Athletic Fitness Without Killing Yourself!

Monday, February 25, 2008

Our New Kettlebell Workouts For March

My wife has been bugging me to start working out again, and as it happens, I was re-reading Bud Jeffries Super Strength and Endurance For Martial Arts:


(http://strongerman.com/martial_arts.html)


Bud has a lot of good ideas for mixed implement conditioning and I found some ideas for a few workouts to get our minds and bodies out of the winter doldrums.


I'm going to use three different kettlebell-based workouts, and do them for a month or so in order to get us back into the exercise habit.

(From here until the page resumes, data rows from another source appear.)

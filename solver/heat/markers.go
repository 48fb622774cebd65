package heat

import (
	"fmt"
)

// carried is a marker on its way: so much mass of its layer lies above it.
type carried struct {
	Path
	layer int
	above float64 // kg/m² of present area
}

// placeMarkers finds the markers in the column of the start.
func (ev *Evolution) placeMarkers(markers []Marker) error {
	seen := map[string]bool{}
	for i, m := range markers {
		if seen[m.Name] {
			return fmt.Errorf("heat: two markers are called %q", m.Name)
		}
		seen[m.Name] = true
		t := carried{Path: Path{Name: m.Name}}
		if m.BaseOf != "" {
			j, ok := ev.find(m.BaseOf)
			if !ok {
				return fmt.Errorf("heat: marker %d (%s): there is no layer %q", i+1, m.Name, m.BaseOf)
			}
			t.layer, t.above = j, ev.massOf(j)
			ev.tracks = append(ev.tracks, t)
			continue
		}
		if !(m.Depth >= 0 && m.Depth <= ev.depth0*(1+1e-9)) {
			return fmt.Errorf("heat: marker %d (%s): %g m is outside the column, 0 to %g m", i+1, m.Name, m.Depth, ev.depth0)
		}
		t.layer, t.above = ev.massTo(m.Depth)
		ev.tracks = append(ev.tracks, t)
	}
	return nil
}

func (ev *Evolution) massOf(layer int) float64 {
	var sum float64
	s := &ev.strata[layer]
	for i := s.lo; i < s.hi; i++ {
		sum += ev.cells[i].m
	}
	return sum
}

// massTo returns the layer at a depth and the mass of it above that depth.
func (ev *Evolution) massTo(z float64) (layer int, above float64) {
	var top float64
	for i := range ev.cells {
		c := &ev.cells[i]
		if c.layer != layer {
			layer, above = c.layer, 0
		}
		d := ev.thickness(c)
		if z <= top+d {
			return layer, above + c.m*(z-top)/d
		}
		top += d
		above += c.m
	}
	return layer, above
}

// begun writes the markers' first points.
func (ev *Evolution) begun() {
	for i := range ev.tracks {
		t := &ev.tracks[i]
		t.Layer = ev.strata[t.layer].name
		ev.write(t)
	}
}

// follow moves the markers through a step that is about to be taken.
func (ev *Evolution) follow(float64) {
	for k := range ev.tracks {
		t := &ev.tracks[k]
		if t.Ended {
			continue
		}
		for i := range ev.streams {
			f := &ev.streams[i]
			if f.top && f.cell == ev.strata[t.layer].lo {
				t.above += f.came
			}
		}
		t.above /= ev.two.area
	}
}

// chart ends the paths of markers that are outside their layers, and writes a point of
// all others.
func (ev *Evolution) chart() {
	for k := range ev.tracks {
		t := &ev.tracks[k]
		if t.Ended {
			continue
		}
		mass := ev.massOf(t.layer)
		switch {
		case t.above < -1e-9*mass && t.layer == 0 && ev.eroding > 0:
			ev.finish(t, "eroded")
		case t.above < -1e-9*mass || t.above > mass*(1+1e-9):
			ev.finish(t, "removed with its part of "+t.Layer)
		default:
			ev.write(t)
		}
	}
}

// end ends the paths in a layer.
func (ev *Evolution) end(layer int, reason string) {
	for k := range ev.tracks {
		if t := &ev.tracks[k]; !t.Ended && t.layer == layer {
			ev.finish(t, reason)
		}
	}
}

// cut ends the paths below so much mass of a layer.
func (ev *Evolution) cut(layer int, mass float64) {
	for k := range ev.tracks {
		if t := &ev.tracks[k]; !t.Ended && t.layer == layer && t.above > mass {
			ev.finish(t, "removed with its part of "+t.Layer)
		}
	}
}

func (ev *Evolution) finish(t *carried, reason string) {
	t.Ended, t.Reason, t.layer = true, reason, -1
}

// write appends where a marker is: the temperature is linear between the faces and
// middles of cells.
func (ev *Evolution) write(t *carried) {
	var z, P float64
	s := &ev.strata[t.layer]
	for i := range s.lo {
		c := &ev.cells[i]
		z += ev.thickness(c)
		P += ev.gravity * c.m
	}
	left := t.above
	for i := s.lo; i < s.hi; i++ {
		c := &ev.cells[i]
		if left > c.m && i+1 < s.hi {
			left -= c.m
			z += ev.thickness(c)
			P += ev.gravity * c.m
			continue
		}
		x := min(max(left/c.m, 0), 1)
		top, bottom := ev.facesOf(i)
		T := c.T + (2*x-1)*(bottom-c.T)
		if x < 0.5 {
			T = top + 2*x*(c.T-top)
		}
		t.put(ev.t, z+x*ev.thickness(c), T, P+ev.gravity*c.m*x)
		return
	}
}

// put appends a point, in place of the last where no time has passed.
func (t *carried) put(time, z, T, P float64) {
	if n := len(t.Time); n > 0 && t.Time[n-1] >= time {
		t.Time, t.Depth, t.T, t.P = t.Time[:n-1], t.Depth[:n-1], t.Path.T[:n-1], t.Path.P[:n-1]
	}
	t.Time = append(t.Time, time)
	t.Depth = append(t.Depth, z)
	t.Path.T = append(t.Path.T, T)
	t.Path.P = append(t.Path.P, P)
	t.Peak, t.Deepest = max(t.Peak, T), max(t.Deepest, P)
}

// facesOf are the temperatures at a cell's faces, from the column as it is.
func (ev *Evolution) facesOf(i int) (top, bottom float64) {
	c := &ev.cells[i]
	r := 1 / ev.conductance(c)
	top, bottom = ev.surfaceAt(ev.t), ev.base.Temperature
	if i > 0 {
		b := &ev.cells[i-1]
		q := 1 / ev.conductance(b)
		top = (c.T*q + b.T*r) / (q + r)
	}
	if i+1 < len(ev.cells) {
		b := &ev.cells[i+1]
		q := 1 / ev.conductance(b)
		bottom = (c.T*q + b.T*r) / (q + r)
	} else if ev.base.HasHeatFlow {
		bottom = c.T + ev.base.HeatFlow*r/2
	}
	return top, bottom
}

// Paths returns the markers' paths so far. They are copies.
func (ev *Evolution) Paths() []Path {
	out := make([]Path, len(ev.tracks))
	for i := range ev.tracks {
		p := ev.tracks[i].Path
		p.Time = append([]float64(nil), p.Time...)
		p.Depth = append([]float64(nil), p.Depth...)
		p.T = append([]float64(nil), p.T...)
		p.P = append([]float64(nil), p.P...)
		out[i] = p
	}
	return out
}
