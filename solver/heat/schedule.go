package heat

import (
	"fmt"
	"math"
	"slices"

	"keelfall/column"
)

// moment is when something begins, ends or happens.
type moment struct {
	t     float64
	order int // ends first, then what happens at once, then beginnings
	event *Event
	index int    // of the event in the plan
	name  string // of a sheet
	does  func(*Evolution, *moment) error
}

const (
	ending = iota
	atOnce
	beginning
)

// schedule checks all events and puts their moments in order.
func (ev *Evolution) schedule(events []Event) error {
	own := slices.Clone(events)
	for i := range own {
		e := &own[i]
		if err := ev.possible(e); err != nil {
			return e.mistake(i, err)
		}
		for j := range i {
			if what := own[j].overlaps(e); what != "" {
				return e.mistake(i, fmt.Errorf("with events[%d] (%s): %s", j, own[j].label(), what))
			}
		}
		for _, m := range e.moments() {
			m.index = i
			ev.moments = append(ev.moments, m)
		}
	}
	slices.SortStableFunc(ev.moments, func(a, b moment) int {
		switch {
		case a.t != b.t:
			if a.t < b.t {
				return -1
			}
			return 1
		}
		return a.order - b.order
	})
	return ev.rehearse(0)
}

// EventError is what is wrong with an event of a plan, before the run or on its way.
type EventError struct {
	Index int    // in Plan.Events; −1: the background extension rate
	Event string // its verb and what it is about
	Err   error
}

func (e *EventError) Error() string {
	if e.Index < 0 {
		return fmt.Sprintf("heat: %v", e.Err)
	}
	return fmt.Sprintf("heat: events[%d] (%s): %v", e.Index, e.Event, e.Err)
}

func (e *EventError) Unwrap() error { return e.Err }

func (e *Event) mistake(index int, err error) error {
	return &EventError{Index: index, Event: e.label(), Err: err}
}

func (e *Event) label() string {
	if e.Name != "" {
		return e.Verb + " " + e.Name
	}
	if e.Layer != "" {
		return e.Verb + " " + e.Layer
	}
	return e.Verb
}

// lasts says whether the verb has a beginning and an end.
func (e *Event) lasts() bool {
	return e.Verb == "accumulate" || e.Verb == "stretch" || e.Verb == "erode" || e.Verb == "bury"
}

// possible checks an event alone.
func (ev *Evolution) possible(e *Event) error {
	number := func(xs ...float64) bool {
		for _, x := range xs {
			if math.IsNaN(x) || math.IsInf(x, 0) {
				return false
			}
		}
		return true
	}
	switch {
	case !number(e.From, e.To, e.Rate, e.Thickness, e.Temperature, e.HeatFlow, e.Share, e.Every) || e.Temperature < 0:
		return fmt.Errorf("a number that is none, or a temperature below 0 K: %s to %s, rate %g, thickness %g m, temperature %g K, heat flow %g W/m², share %g", inMyr(e.From), inMyr(e.To), e.Rate, e.Thickness, e.Temperature, e.HeatFlow, e.Share)
	case e.From < 0:
		return fmt.Errorf("it begins at %s, before the start", inMyr(e.From))
	case e.lasts() && !(e.To > e.From):
		return fmt.Errorf("it ends at %s, not after it begins at %s", inMyr(e.To), inMyr(e.From))
	case e.lasts() && e.Verb != "stretch" && !(e.Rate >= 0):
		return fmt.Errorf("rate %g m/s, must not be below 0", e.Rate)
	}
	switch e.Verb {
	case "stretch", "erode":
	case "accumulate":
	case "bury":
		return ev.newRock(e)
	case "intrude":
		if !(e.Thickness > 0) || !(e.Temperature > 0) {
			return fmt.Errorf("thickness %g m and temperature %g K, must be > 0", e.Thickness, e.Temperature)
		}
		if e.Times < 0 || e.Times > 1 && !(e.Every > 0) {
			return fmt.Errorf("%d times, every %s", e.Times, inMyr(e.Every))
		}
		return ev.newRock(e)
	case "change-base":
		if !e.HasHeatFlow && !(e.Temperature > 0) {
			return fmt.Errorf("needs a temperature or a heat flow")
		}
		if e.HasHeatFlow && e.Temperature > 0 {
			return fmt.Errorf("has a temperature (%g K) and a heat flow (%g W/m²); one of them", e.Temperature, e.HeatFlow)
		}
	case "remove":
		if !(e.Share > 0 && e.Share <= 1) {
			return fmt.Errorf("share %g, must be above 0 and at most 1", e.Share)
		}
	default:
		return fmt.Errorf("no such verb; known are intrude, accumulate, stretch, erode, bury, change-base, remove")
	}
	return nil
}

// newRock checks the rock of an event as that of a layer.
func (ev *Evolution) newRock(e *Event) error {
	if e.Name == "" {
		return fmt.Errorf("the new rock needs a name")
	}
	c := *ev.column
	c.Geotherm = nil
	c.Base = column.Base{Boundary: column.Rigid, HasTemperature: true, Temperature: 1000}
	c.Layers = []column.Layer{{Name: e.Name, Thickness: 1, Rock: e.Rock}}
	return c.Validate()
}

// idle says whether the event does nothing: rock that comes or goes at the rate 0.
func (e *Event) idle() bool { return e.lasts() && e.Verb != "stretch" && e.Rate == 0 }

// overlaps says why two events cannot both be.
func (e *Event) overlaps(o *Event) string {
	if e.idle() || o.idle() {
		return ""
	}
	if !e.lasts() || !o.lasts() || e.From >= o.To || o.From >= e.To {
		return ""
	}
	pair := func(a, b string) bool { return e.Verb == a && o.Verb == b || e.Verb == b && o.Verb == a }
	switch {
	case pair("stretch", "stretch"):
		return "two extension rates at one time"
	case pair("erode", "bury"), pair("erode", "erode"), pair("bury", "bury"):
		return "two rates at the surface at one time"
	case pair("accumulate", "accumulate") && e.Layer == o.Layer:
		return "both add to one layer at one time"
	}
	return ""
}

// moments are the moments of one event.
func (e *Event) moments() []moment {
	if e.idle() {
		return nil
	}
	if e.lasts() {
		return []moment{{t: e.From, order: beginning, event: e, does: (*Evolution).starts}, {t: e.To, order: ending, event: e, does: (*Evolution).ends}}
	}
	names := e.Names()
	if len(names) == 0 {
		names = []string{""}
	}
	var out []moment
	for i, name := range names {
		out = append(out, moment{t: e.From + float64(i)*e.Every, order: atOnce, event: e, name: name, does: (*Evolution).happens})
	}
	return out
}

// notRoot returns the first layer that lies between root layers but is not one.
func notRoot(layers []column.Layer) string {
	c := column.Column{Layers: layers}
	first, last, _ := c.RootSpan()
	for i := max(first, 0); i < last; i++ {
		if !layers[i].Root {
			return layers[i].Name
		}
	}
	return ""
}

// Next returns the next time in s at which something begins, ends or jumps, +Inf where
// there is none.
func (ev *Evolution) Next() float64 {
	if ev.next < len(ev.moments) {
		return ev.moments[ev.next].t
	}
	return inf
}
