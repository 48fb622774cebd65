package heat

import (
	"fmt"
	"reflect"
)

// Shared names the slices and maps that two evolutions both write to.
func Shared(a, b *Evolution) []string {
	return shared(reflect.ValueOf(a).Elem(), reflect.ValueOf(b).Elem(), "")
}

func shared(a, b reflect.Value, name string) (list []string) {
	for i := range a.NumField() {
		f := a.Type().Field(i)
		x, y := a.Field(i), b.Field(i)
		switch k := x.Kind(); {
		case f.Name == "moments" || f.Name == "base": // of the plan: never written to
		case k == reflect.Struct:
			list = append(list, shared(x, y, name+f.Name+".")...)
		case (k == reflect.Slice || k == reflect.Map) && x.Len() > 0 && x.Pointer() == y.Pointer():
			list = append(list, name+f.Name)
		}
	}
	return list
}

// Written is all that an evolution has come to, in words.
func Written(ev *Evolution) string {
	return fmt.Sprint(ev.t, ev.h, ev.cells, ev.energy, ev.massBook, ev.tracks, ev.steps, ev.rejected)
}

Here's what we're doing today:


Basic warm-up


Cables -- Overhead pulldown x 20; Front chest pull x 20; Tricep extension x 20; One-arm press x 20; Bent row x 20. We'll do these using Lifeline USA's cables. The trick is to stay relatively light and use a quick pace to get the blood pumping.


Squats -- Close-stance x 8; Medium-stance x 8; Wide-stance x 8; Hurdler squat stretch x 8; Cossack stretch x 8; Boot strapper x 8; Hindu jump squat x 8.


Kettlebell painkiller complex -- Windmill x 5 each side; Good morning x 5 each side; Twisting deadlift x 5 each side; Swings x 20 (two-handed). These are done with a kettlebell lighter than you normally use. These should be easy. The goal should be to focus on the movement and get the muscles ready for the workout to follow.


Bridge -- Start with 30 seconds.


Now for the main workout:


As I haven't been training for a while, I'm going to use a 16kg (35lb) kettlebell, while my wife will be using a 9kg (20lb) kettlebell.



  1. Clean the kettlebell, squat the kettlebell, press the kettlebell, windmill with the kettlebell. 5 times through the series before switching hands and repeating. As we're just getting back into our workouts, we'll go slow and steady with an emphasis on breathing and form.


  2. Swings - 2-handed and for 20 reps.


  3. Squat thrusts - 10 reps.


  4. 1 minute rest then repeat 1-3, two more times, for a total of three times through the series. Checkout the slideshare in the sidebar for a view of the kettlebell exercises.


  5. Finish with 3 sets of 5 reps in the Powerwheel roll-out from the kneeling position.

    All told, this workout took us a little less than 45 minutes. Stay tuned for Wednesday's workout.

    Of course, the exercises listed above may be too strenuous or dangerous for some people. The reader should therefore consult a physician before trying them.